Malam itu, suasana dialog berlangsung hangat namun penuh keterbukaan. Bagi Hendri, seluruh masukan tersebut menjadi bahan penting untuk merancang pembenahan pasar secara menyeluruh.

“Kami hadir untuk mendengarkan langsung aspirasi para pedagang. Semua masukan yang disampaikan akan menjadi bahan evaluasi dan pembahasan bersama tim teknis. Kita ingin Pasar Pusat ini kembali hidup, nyaman, dan menjadi tujuan utama masyarakat untuk berbelanja,” ujar Hendri.

Namun di tengah derasnya aspirasi yang mengalir, muncul sebuah fakta yang membuat suasana dialog sejenak berubah serius.

Hendri mengungkap adanya praktik pengontrakan atau penyewaan kios kepada pihak ketiga.
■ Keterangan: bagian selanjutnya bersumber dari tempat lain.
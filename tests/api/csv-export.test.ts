import request from 'supertest';
import Papa from 'papaparse';
import { beforeAll, describe, expect, it } from 'vitest';
import { Radio } from '../../server/models';
import { buildUser, call, signIn, useApi, type Agent } from '../helpers/api';
import { buildLink, buildNeighbourhood, buildNode, buildRadio, buildSite } from '../helpers/factories';

const rowsOf = (text: string) => Papa.parse<Record<string, string>>(text.replace(/^\uFEFF/, ''), { header: true, skipEmptyLines: true }).data;

describe('CSV export API', () => {
  const ctx = useApi();
  let operator: Agent;
  let admin: Agent;
  let host: Agent;

  beforeAll(async () => {
    const op = await buildUser({ role: 'operator' });
    const hood = await buildNeighbourhood({ name: 'Ferry Lane', operators: [op] });
    const hostUser = await buildUser({ role: 'host' });
    const site = await buildSite({ neighbourhoodId: hood.id, name: '=HYPERLINK("http://evil.example","click")', hostUserId: hostUser.id, longitude: -38.41 });
    await site.update({ accessNotes: '@SUM(1+1)' });
    await buildSite({ neighbourhoodId: hood.id, name: '+1 Roof' });
    await buildSite({ neighbourhoodId: hood.id, name: '-2+3 Roof' });
    await buildSite({ neighbourhoodId: hood.id, name: '\tTabbed Roof' });
    const node = await buildNode({ siteId: site.id, name: 'lf-export' });
    await node.update({ firmware: '=1+2\nsecond line' });
    const radio = await buildRadio({ nodeId: node.id });
    await buildLink({ radioAId: radio.id, neighbourhoodId: hood.id });
    await buildSite({ name: 'Elsewhere Roof' }); // another neighbourhood
    operator = await signIn(ctx, op);
    admin = await signIn(ctx, await buildUser({ role: 'admin' }));
    host = await signIn(ctx, hostUser);
  });

  it('refuses signed-out callers with 401 and unknown tables with 400', async () => {
    expect((await request(ctx.app).get('/api/v1/exports/sites.csv')).status).toBe(401);
    const res = await call(operator, 'get', '/api/v1/exports/users.csv');
    expect(res.status).toBe(400);
    expect(res.body.error.details[0].message).toBe('file must be one of sites.csv, nodes.csv, radios.csv, links.csv');
  });

  it('neutralises every cell a spreadsheet would run as a formula, and leaves numbers alone', async () => {
    const res = await call(operator, 'get', '/api/v1/exports/sites.csv');
    expect(res.status).toBe(200);
    expect(res.headers['content-type']).toBe('text/csv; charset=utf-8');
    expect(res.headers['content-disposition']).toMatch(/^attachment; filename="parapet-sites-\d{4}-\d{2}-\d{2}\.csv"$/);
    const rows = rowsOf(res.text);
    const names = rows.map((r) => r.name);
    expect(names).toEqual(expect.arrayContaining(['\'=HYPERLINK("http://evil.example","click")', "'+1 Roof", "'-2+3 Roof", "'\tTabbed Roof"]));
    const evil = rows.find((r) => r.name.startsWith("'=HYPERLINK"))!;
    expect(evil.accessNotes).toBe("'@SUM(1+1)");
    expect(evil.longitude).toBe('-38.41');
    for (const r of rows) for (const cell of Object.values(r)) if (/^[=+@\t\r]/.test(cell)) throw new Error(`unsafe cell ${JSON.stringify(cell)}`);

    const nodes = rowsOf((await call(operator, 'get', '/api/v1/exports/nodes.csv')).text);
    expect(nodes.find((n) => n.name === 'lf-export')!.firmware).toBe("'=1+2\nsecond line");
  });

  it('never exports pre-shared keys', async () => {
    const psk = (await Radio.findOne())!.preSharedKey!;
    const res = await call(admin, 'get', '/api/v1/exports/radios.csv');
    expect(res.status).toBe(200);
    expect(rowsOf(res.text).length).toBeGreaterThan(0);
    expect(res.text).not.toContain(psk);
    expect(res.text.split('\r\n')[0]).not.toMatch(/preSharedKey|psk|passphrase/i);
  });

  it('exports only what the caller may read', async () => {
    const mineRows = rowsOf((await call(operator, 'get', '/api/v1/exports/sites.csv')).text);
    expect(mineRows.length).toBeGreaterThanOrEqual(4);
    expect(mineRows.every((r) => r.neighbourhood === 'Ferry Lane')).toBe(true);
    expect(mineRows.map((r) => r.name)).not.toContain('Elsewhere Roof');
    expect(rowsOf((await call(admin, 'get', '/api/v1/exports/sites.csv')).text).map((r) => r.name)).toContain('Elsewhere Roof');
    const hosted = rowsOf((await call(host, 'get', '/api/v1/exports/sites.csv')).text);
    expect(hosted.map((r) => r.name)).toEqual(['\'=HYPERLINK("http://evil.example","click")']);
    expect(rowsOf((await call(host, 'get', '/api/v1/exports/nodes.csv')).text).map((r) => r.name)).toEqual(['lf-export']);
    const hostLinks = await call(host, 'get', '/api/v1/exports/links.csv');
    expect(hostLinks.status).toBe(200);
    expect(rowsOf(hostLinks.text)).toEqual([]); // links are infrastructure: hosts see none
    expect(rowsOf((await call(operator, 'get', '/api/v1/exports/links.csv')).text)).toHaveLength(1);
  });
});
Padahal kios-kios tersebut sejatinya diperuntukkan bagi pedagang yang terdaftar dan berhak memanfaatkannya secara langsung.

Temuan itu menjadi perhatian khusus Pemerintah Kota. Dengan nada tegas, Hendri mengingatkan bahwa praktik tersebut tidak bisa dibiarkan karena bertentangan dengan aturan dan berpotensi menghambat tujuan utama pembangunan pasar.

Baca Juga :  SLBN 1 Sungai Pagu Gelar Kegiatan Berbasis Kearifan Lokal Budaya dengan Tema "Manjalang Mintuo"

“Ini tidak dibenarkan. Pedagang yang mengontrakkan toko kepada pihak lain telah melanggar ketentuan yang berlaku. Persoalan ini akan kita selesaikan sesuai aturan,” tegasnya.

Pernyataan itu menjadi salah satu momen penting dalam pertemuan tersebut. Sebab selama ini persoalan tersebut jarang dibahas secara terbuka.

Bagi Hendri, pembenahan Pasar Pusat bukan sekadar mempercantik bangunan atau memperbaiki fasilitas fisik. Yang lebih penting adalah memastikan tata kelola pasar berjalan sesuai aturan sehingga manfaatnya benar-benar dirasakan masyarakat.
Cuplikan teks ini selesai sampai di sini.